DATASET ENTRIES:
:::::
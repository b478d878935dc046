import { prepare } from '../../../solver/quadrature/prepare';
import type { Prepared } from '../../../solver/quadrature/prepared';
import { restCoefficients } from '../../../solver/quadrature/rest';
import { evaluateRows } from '../../../solver/quadrature/rows';
import {
  box,
  deformationGradients,
  furthest,
  patchesOf,
  plainScene,
  quadratic,
  quadraticCoefficients,
  vectorAt,
} from './test-scenes';

/**
 * Patch test of the interpolation: a partition of unity over quadratics reproduces every global
 * quadratic (Melenk and Babuška 1996, eq. 1.3), with ∇w in F. The tolerance is round-off of the
 * model's size times the condition of the projection.
 */
const TOLERANCE = 1e-10;

const cases: [string, Prepared][] = [
  ['a box', prepare(plainScene(24), patchesOf(box([0, 0, 0], [1, 0.1, 0.1])))],
  ['six loose box faces', prepare(plainScene(24), patchesOf(box([0, 0, 0], [1, 0.2, 0.2], 0.004)))],
  [
    'a torus',
    prepare(
      plainScene(20),
      patchesOf({ kind: 'torus', centre: [0.1, 0, 0], axis: [1, 2, 2], majorRadius: 0.4, minorRadius: 0.12 }),
    ),
  ],
  ['one part', prepare(plainScene(1), patchesOf({ kind: 'sphere', centre: [0, 0, 0], radius: 0.5 }))],
];

describe.each(cases)('a quadratic field on %s', (_name, prepared) => {
  const coefficients = quadraticCoefficients(prepared);

  test('is exact at surface samples', () => {
    const { samples } = prepared;
    const out = evaluateRows(new Float64Array(3 * samples.count), samples.rows, coefficients);
    let worst = 0;
    for (let s = 0; s < samples.count; s++) {
      const expected = quadratic.position(vectorAt(samples.positions, s));
      for (let d = 0; d < 3; d++) worst = Math.max(worst, Math.abs(out[3 * s + d]! - expected[d]!));
    }
    expect(worst).toBeLessThan(TOLERANCE);
  });

  test('has its exact F at every quadrature point', () => {
    const { points } = prepared;
    const gradients = deformationGradients(prepared, coefficients);
    let worst = 0;
    for (let k = 0; k < points.count; k++) {
      const expected = quadratic.gradient(vectorAt(points.positions, k));
      for (let d = 0; d < 3; d++)
        for (let e = 0; e < 3; e++) worst = Math.max(worst, Math.abs(gradients[9 * k + 3 * d + e]! - expected[d]![e]!));
    }
    expect(worst).toBeLessThan(TOLERANCE);
  });

  test('has its exact slopes along both tangents, whose cross product is normal · area', () => {
    const { samples } = prepared;
    const along1 = evaluateRows(new Float64Array(3 * samples.count), samples.tangent1, coefficients);
    const along2 = evaluateRows(new Float64Array(3 * samples.count), samples.tangent2, coefficients);
    const rest = restCoefficients(prepared);
    const t1 = evaluateRows(new Float64Array(3 * samples.count), samples.tangent1, rest);
    const t2 = evaluateRows(new Float64Array(3 * samples.count), samples.tangent2, rest);
    let worst = 0;
    for (let s = 0; s < samples.count; s++) {
      const gradient = quadratic.gradient(vectorAt(samples.positions, s));
      const a = vectorAt(t1, s);
      const b = vectorAt(t2, s);
      const cross = [a[1] * b[2] - a[2] * b[1], a[2] * b[0] - a[0] * b[2], a[0] * b[1] - a[1] * b[0]];
      for (let d = 0; d < 3; d++) {
        const dot = (t: readonly number[]) =>
          gradient[d]![0] * t[0]! + gradient[d]![1] * t[1]! + gradient[d]![2] * t[2]!;
        worst = Math.max(worst, Math.abs(along1[3 * s + d]! - dot(a)), Math.abs(along2[3 * s + d]! - dot(b)));
        worst = Math.max(worst, Math.abs(cross[d]! - samples.normals[3 * s + d]! * samples.areas[s]!));
      }
    }
    expect(worst).toBeLessThan(TOLERANCE);
  });

  test('the drawn surface follows', () => {
    const { surface } = prepared;
    const rest = evaluateRows(new Float64Array(surface.positions.length), surface.rows, restCoefficients(prepared));
    // Positions for drawing are single precision.
    expect(furthest(rest, surface.positions)).toBeLessThan(1e-7);
  });
});

test('linear parts reproduce linear fields', () => {
  const prepared = prepare(
    plainScene(12, { parts: { count: 12, order: 'linear' } }),
    patchesOf(box([0, 0, 0], [1, 0.3, 0.2])),
  );
  const { parts } = prepared;
  expect(parts.basis).toBe(4);
  const coefficients = restCoefficients(prepared);
  // x ↦ 2 x: the middle and the slope of every part double.
  for (let i = 0; i < coefficients.length; i++) coefficients[i]! *= 2;
  const gradients = deformationGradients(prepared, coefficients);
  const doubled = gradients.map((_, n) => (n % 9 === 0 || n % 9 === 4 || n % 9 === 8 ? 2 : 0));
  expect(furthest(gradients, doubled)).toBeLessThan(TOLERANCE);
});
:::::
EXERCISE DESCRIPTION: If a line above contains the string "torus", count it, then give the total and nothing else.

ANSWER SECTION: 2